import { afterAll, beforeAll, describe, expect, it } from 'vitest';
import { DEMO, signedIn, startTestApp, type Client, type TestApp } from './support/test-app.js';

// Issue 11 §5: when the checker flags a key's answer, a wrong mark on that item makes no miss
// until the parent says which answer is right. 304 − 75 = 229 and 58 + 67 = 125 (DESIGN.md's
// catalog examples); the key's 239 is a typo the checker flags.

let t: TestApp;
let owner: Client;
let student: number;
let keyId: number;
let items: { id: number; number: number; prompt: string; answer: string }[];

async function sitting(): Promise<number> {
  const res = await owner.post('/api/sittings', {
    studentId: student,
    answerKeyId: keyId,
    startedAt: '2026-11-30T09:30',
  });
  expect(res.status, res.text).toBe(201);
  return res.body.id as number;
}

const missesOf = async () =>
  (await owner.get(`/api/misses?studentId=${student}`).expect(200)).body.items as {
    problem: string;
    answer: string;
  }[];

beforeAll(async () => {
  t = await startTestApp({ SIGN_IN_LIMIT_PER_MINUTE: '1000' });
  owner = await signedIn(t, DEMO.owner);
  student = (
    await owner.post('/api/students', { name: 'Marked child', gradeLevel: '3' }).expect(201)
  ).body.id as number;
  const key = await owner.post('/api/answer-keys', {
    title: 'Flagged key',
    kind: 'worksheet',
    items: [
      { number: 1, prompt: '304 - 75', answer: '239' },
      { number: 2, prompt: '58 + 67', answer: '125' },
    ],
  });
  expect(key.status, key.text).toBe(201);
  keyId = key.body.id as number;
  items = key.body.items;
  expect(key.body.flags.map((f: { number: number }) => f.number)).toEqual([1]);
});
afterAll(() => t.close());

describe('marking an item whose key answer is flagged', () => {
  it('makes no miss from it, says so, and makes the others', async () => {
    const id = await sitting();
    const res = await owner.send('put', `/api/sittings/${id}/marks`, {
      marks: [
        { keyItemId: items[0]!.id, correct: false, answer: '229' },
        { keyItemId: items[1]!.id, correct: false, answer: '115' },
      ],
    });
    expect(res.status, res.text).toBe(200);
    expect(res.body.misses.heldItemIds).toEqual([items[0]!.id]);
    expect(res.body.misses.createdMissIds).toHaveLength(1);
    expect(res.body.marks.map((m: { held: boolean }) => m.held)).toEqual([true, false]);
    expect((await missesOf()).map((m) => m.problem)).toEqual(['58 + 67']);
    // Saving the same marks again changes nothing.
    const again = await owner.send('put', `/api/sittings/${id}/marks`, {
      marks: [
        { keyItemId: items[0]!.id, correct: false, answer: '229' },
        { keyItemId: items[1]!.id, correct: false, answer: '115' },
      ],
    });
    expect(again.body.misses.createdMissIds).toEqual([]);
  });

  it('makes the miss once the parent says the key’s answer is right', async () => {
    const id = await sitting();
    await owner
      .send('put', `/api/sittings/${id}/marks`, {
        marks: [{ keyItemId: items[0]!.id, correct: false, answer: '249' }],
      })
      .expect(200);
    const res = await owner.send('put', `/api/sittings/${id}/marks`, {
      marks: [{ keyItemId: items[0]!.id, correct: false, answer: '249', keyAnswerRight: true }],
    });
    expect(res.status, res.text).toBe(200);
    expect(res.body.misses.createdMissIds).toHaveLength(1);
    expect(res.body.marks[0].held).toBe(false);
    expect((await missesOf()).map((m) => m.answer)).toContain('249');
  });

  it('names a bad keyAnswerRight', async () => {
    const id = await sitting();
    const res = await owner.send('put', `/api/sittings/${id}/marks`, {
      marks: [{ keyItemId: items[0]!.id, correct: false, keyAnswerRight: 'yes' }],
    });
    expect(res.status).toBe(400);
    expect(Object.keys(res.body.fields)).toEqual(['marks.0.keyAnswerRight']);
  });

  it('when the key is corrected, re-marks: the child who wrote 229 was right after all', async () => {
    const before = (await missesOf()).length;
    const res = await owner.send('patch', `/api/answer-keys/${keyId}`, {
      reason: 'The key had a typo in item 1',
      items: [
        { id: items[0]!.id, number: 1, prompt: '304 - 75', answer: '229' },
        { id: items[1]!.id, number: 2, prompt: '58 + 67', answer: '125' },
      ],
    });
    expect(res.status, res.text).toBe(200);
    const list = await missesOf();
    // 229 is now right: still no miss for it. 249 stays wrong (its miss was made above).
    expect(list.filter((m) => m.answer === '229')).toEqual([]);
    expect(list.length).toBe(before);
  });
});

*PROMPT*:
Wherever the string "afterAll" appears in the data above, copy the line it sits in.

*WRITTEN REPLY*:
import { afterAll, beforeAll, describe, expect, it } from 'vitest';
afterAll(() => t.close());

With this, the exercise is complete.